The true reason for Lev’s reappearance in Moscow with Mariya Garikovna was indeed extraordinary. At the end of that first week of October, Stalin had made it abundantly clear to his close entourage, most notably Beria, that they faced annihilation and must react with total ruthlessness. The enemy’s rear was to be harassed by partisan attacks. All houses capable of offering shelter to German soldiers as winter approached were to be destroyed, whatever the suffering this entailed for Russian civilians trapped behind German lines. Above all, the partisan war was to be extended to vengeance operations with special stay-behind groups. Beria appointed General Pavel Sudoplatov to be the chief of the Special Tasks Group of the NKVD, in addition to his other responsibilities.
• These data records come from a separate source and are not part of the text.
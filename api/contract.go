package api

import (
	_ "embed"
	"fmt"

	"github.com/getkin/kin-openapi/openapi3"
)

//go:embed openapi.yaml
var contractYAML []byte

// Contract is the OpenAPI document that the server was generated from. It is
// read-only and safe for concurrent use.
type Contract struct {
	doc *openapi3.T
}

// NewContract reads the embedded document.
func NewContract() (*Contract, error) {
	doc, err := openapi3.NewLoader().LoadFromData(contractYAML)
	if err != nil {
		return nil, fmt.Errorf("contract: %w", err)
	}
	return &Contract{doc: doc}, nil
}

// schema is a named schema of the contract.
func (c *Contract) schema(name string) *openapi3.Schema {
	return c.doc.Components.Schemas[name].Value
}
‘In October of 1941,’ wrote General Sudoplatov, ‘when Moscow was under serious threat, Beria ordered us to organize an intelligence network in the city to be activated after its capture by the Germans. We also created an autonomous group which was to eliminate Hitler and his close associates if they turned up in Moscow after its capture. This operation was to be carried out by composer Lev Knipper, brother of Olga Chekhova, and his wife Mariya Garikovna.’ As well as his immediate controller, Colonel of State Security Mikhail Maklyarsky, Lev also reported to one of Beria’s deputies, Commissar of State Security Bogdan Kobulov. As a security precaution, the NKVD chiefs had moved from the Lubyanka to a training school for fire-fighters next to the Comintern headquarters.
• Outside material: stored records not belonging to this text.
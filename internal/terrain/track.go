package terrain

import (
	"math"

	"github.com/paulmach/orb"

	"ridgehop/internal/geodesy"
	"ridgehop/internal/raster"
)

// track is a path in some plane coordinates as pieces of cubic polynomials in
// the distance from A. Solving the geodesic, or a projection, for every sample
// would cost more than all the rest; a few exact positions and a checked
// interpolation between them do not.
type track []piece

// piece runs over distances from..to; with t = (d-from)/(to-from),
// x = x[0] + x[1] t + x[2] t^2 + x[3] t^3, and y alike.
type piece struct {
	from, to float64
	perM     float64 // 1/(to-from)
	x, y     [4]float64
}

// trackToleranceM is how far a piece may be from the exact position half way
// between its inner knots. Interpolation through t = 0, 1/3, 2/3, 1 leaves an
// error of f””/24 t(t-1/3)(t-2/3)(t-1), whose largest value (1/81, near the
// ends) is 1.8 times that in the middle (1/144), so that the whole piece stays
// within 4 mm.
const trackToleranceM = 0.002

// maxTrackDepth ends the halving where coordinates are singular, at a pole,
// with pieces of a thousandth of the path or less.
const maxTrackDepth = 14

// plane gives exact coordinates of the points at the distances, and how many
// metres one unit of x and y is worth near them.
type plane func(distances []float64, x, y []float64) (metresX, metresY float64, err error)

// newTrack fits the pieces from 0 to lengthM.
func newTrack(lengthM float64, exact plane) (track, error) {
	return fitTrack(nil, 0, lengthM, exact, 0)
}

func fitTrack(done track, from, to float64, exact plane, depth int) (track, error) {
	step := (to - from) / 3
	at := [5]float64{from, from + step, to - step, to, (from + to) / 2}
	var x, y [5]float64
	metresX, metresY, err := exact(at[:], x[:], y[:])
	if err != nil {
		return done, err
	}
	p := piece{from: from, to: to, perM: 1 / (to - from), x: throughKnots(x[0], x[1], x[2], x[3]), y: throughKnots(y[0], y[1], y[2], y[3])}
	px, py := p.at(at[4])
	if off := math.Hypot((px-x[4])*metresX, (py-y[4])*metresY); off <= trackToleranceM || depth == maxTrackDepth {
		return append(done, p), nil
	}
	middle := at[4]
	if done, err = fitTrack(done, from, middle, exact, depth+1); err != nil {
		return done, err
	}
	return fitTrack(done, middle, to, exact, depth+1)
}

// throughKnots is the cubic through f0 at 0, f1 at 1/3, f2 at 2/3 and f3 at 1.
func throughKnots(f0, f1, f2, f3 float64) [4]float64 {
	return [4]float64{
		f0,
		(-11*f0 + 18*f1 - 9*f2 + 2*f3) / 2,
		9 * (2*f0 - 5*f1 + 4*f2 - f3) / 2,
		9 * (-f0 + 3*f1 - 3*f2 + f3) / 2,
	}
}

func (p *piece) at(d float64) (x, y float64) {
	t := (d - p.from) * p.perM
	return p.x[0] + t*(p.x[1]+t*(p.x[2]+t*p.x[3])), p.y[0] + t*(p.y[1]+t*(p.y[2]+t*p.y[3]))
}

// metresPerDegree is a degree of latitude at its longest, on WGS 84.
const metresPerDegree = 111_700.0

// geographicPlane is the plane of longitude and latitude along a line. A pole
// on the line makes longitudes jump, which halving narrows down to metres.
func geographicPlane(line geodesy.Line) plane {
	return func(distances, x, y []float64) (float64, float64, error) {
		var p orb.Point
		for i, d := range distances {
			p = line.At(d)
			x[i], y[i] = p.Lon(), p.Lat()
		}
		return metresPerDegree * math.Cos(p.Lat()*math.Pi/180), metresPerDegree, nil
	}
}

// projectedPlane is the plane of a CRS along a line. Where that counts degrees
// they do not jump at the antimeridian, as those of geographicPlane do not.
func projectedPlane(line geodesy.Line, crs raster.CRS, projector *raster.Projector) plane {
	geographic := geographicPlane(line)
	start := line.At(0).Lon()
	return func(distances, x, y []float64) (float64, float64, error) {
		metresX, metresY, _ := geographic(distances, x, y)
		for i := range x {
			x[i] = math.Remainder(x[i], 360)
		}
		err := projector.Project(x, y)
		if !crs.Geographic {
			return crs.MetresPerUnit, crs.MetresPerUnit, err
		}
		for i := range x {
			x[i] = start + math.Remainder(x[i]-start, 360)
		}
		return metresX, metresY, err
	}
}

// onGrid turns a track in CRS coordinates into one in a mosaic's pixel-centre
// coordinates: x counts columns and y rows, whole numbers at pixel centres.
func (t track) onGrid(g raster.Grid) track {
	out := make(track, len(t))
	for i, p := range t {
		for k := range 4 {
			p.x[k] /= g.PixelX
			p.y[k] /= -g.PixelY
		}
		p.x[0] -= g.Left/g.PixelX + 0.5
		p.y[0] += g.Top/g.PixelY - 0.5
		out[i] = p
	}
	return out
}

// shifted moves the track by whole columns.
func (t track) shifted(columns float64) track {
	for i := range t {
		t[i].x[0] += columns
	}
	return t
}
Lev and Mariya Garikovna were far from alone in this underground resistance operation, even though their mission was the most ambitious. ‘General Sudoplatov mobilized all his officers to take different posts,’ recorded Zoya Zarubina, who was the NKVD liaison officer with Lev and Mariya Garikovna. ‘I remember myself, I had two different passports, living in two or three different places at the same time, just to make sure. In one place I was registered with my baby, in the second I was just a student.’ Lieutenant Colonel of State Security Shchors, who also liaised with Lev, was responsible for sabotaging the city’s water supply if the Nazis came and his agent-wife was their radio operator. There were at least a dozen ‘battle groups’, each operating individually on a cell basis. They were provided with safe-houses, secret arms dumps and instructions on dead-letter drops. Sudoplatov’s officers were to direct an unusual mixture of volunteers, including ‘key figures among [the] Russian intelligentsia, who were important agents for [the NKVD]’.
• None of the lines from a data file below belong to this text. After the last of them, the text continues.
package terrain

import (
	"fmt"
	"math"

	"github.com/paulmach/orb"

	"ridgehop/internal/geodesy"
	"ridgehop/internal/raster"
)

// extent is the box of longitudes and latitudes around a raster's outer edge,
// and the finer side of a pixel in metres at its middle.
func (t *Terrain) extent(info raster.Info) (orb.Bound, float64, error) {
	g := info.Grid
	right, bottom := g.Left+float64(info.Width)*g.PixelX, g.Top-float64(info.Height)*g.PixelY
	edges := orb.Bound{Min: orb.Point{g.Left, bottom}, Max: orb.Point{right, g.Top}}
	if info.CRS.WGS84 {
		if math.Abs(g.Top) > 91 || math.Abs(bottom) > 91 || math.Abs(g.Left) > 361 || right-g.Left > 361 {
			return orb.Bound{}, 0, fmt.Errorf("%w: it spans longitudes %g to %g and latitudes %g to %g", raster.ErrGeoreference, g.Left, right, bottom, g.Top)
		}
		return edges, pixelMetres(info.CRS, g, edges.Center().Lat()), nil
	}
	projector, err := t.gdal.NewProjector(info.CRS)
	if err != nil {
		return orb.Bound{}, 0, err
	}
	defer projector.Close()
	bound, err := unprojected(projector, info.CRS, edges)
	if err != nil {
		return orb.Bound{}, 0, err
	}
	middle := edges.Center()
	x, y := []float64{middle[0], middle[0] + g.PixelX}, []float64{middle[1], middle[1]}
	if err := projector.Unproject(x, y); err != nil {
		return orb.Bound{}, 0, err
	}
	step, err := geodesy.NewLine(orb.Point{x[0], y[0]}, orb.Point{x[1], y[1]})
	if err != nil {
		return orb.Bound{}, 0, err
	}
	return bound, onGround(pixelMetres(info.CRS, g, y[0]), info.CRS, g.PixelX, step.LengthM()), nil
}

// unprojected is the box of longitudes and latitudes around a rectangle.
func unprojected(projector *raster.Projector, crs raster.CRS, edges orb.Bound) (orb.Bound, error) {
	x, y := edge(edges.Min[0], edges.Min[1], edges.Max[0], edges.Max[1])
	if err := projector.Unproject(x, y); err != nil {
		return orb.Bound{}, err
	}
	start := x[0]
	if crs.Geographic { // counted as the grid counts, which may be beyond 180
		start = edges.Min[0] + math.Remainder(start-edges.Min[0], 360)
	}
	b := orb.Bound{Min: orb.Point{start, y[0]}, Max: orb.Point{start, y[0]}}
	for i := range x {
		b = b.Extend(orb.Point{start + math.Remainder(x[i]-start, 360), y[i]})
	}
	for _, lat := range []float64{-90, 90} {
		// Around a pole the edges do not show what they enclose.
		x, y := []float64{0}, []float64{lat}
		if err := projector.Project(x, y); err == nil && !crs.Geographic && edges.Contains(orb.Point{x[0], y[0]}) {
			b = b.Extend(orb.Point{-180, lat}).Extend(orb.Point{180, lat})
		}
	}
	return b, nil
}

// edge walks around a rectangle in steps, since its sides bend in longitude
// and latitude.
func edge(left, bottom, right, top float64) (x, y []float64) {
	const steps = 16
	for k := range steps {
		f := float64(k) / steps
		x = append(x, left+f*(right-left), right, right-f*(right-left), left)
		y = append(y, bottom, bottom+f*(top-bottom), top, top-f*(top-bottom))
	}
	return x, y
}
Zarubina made contact with Lev and Mariya Garikovna as instructed. By a strange coincidence, she had known the exotic Mariya Garikovna from China, where she had been with her parents, both famous members of the OGPU and NKVD. She greatly admired Mariya Garikovna, not just for her elegance, beauty and intelligence, but also because she was such a brilliant agent, using her charm with devastating effect. Lev, on the other hand, she found introverted, but he was clearly very competent and energetic, even though he said little. Zoya Vasileevna Zarubina had been recruited in 1941, partly for her own foreign languages, but also because she could hardly have been better connected in NKVD circles. Her father, Vasily Mikhailovich Zarubin, had been the illegal
rezident
in Germany, Scandinavia and later Washington. Her stepmother, who worked with him, was Lisa Gorskaya, another famous OGPU and NKVD agent. Zarubina’s stepfather was Nahum Eitingon (alias General Kotov), the organizer of Trotsky’s assassination, director of partisan operations in Spain against Franco, and now Sudoplatov’s deputy.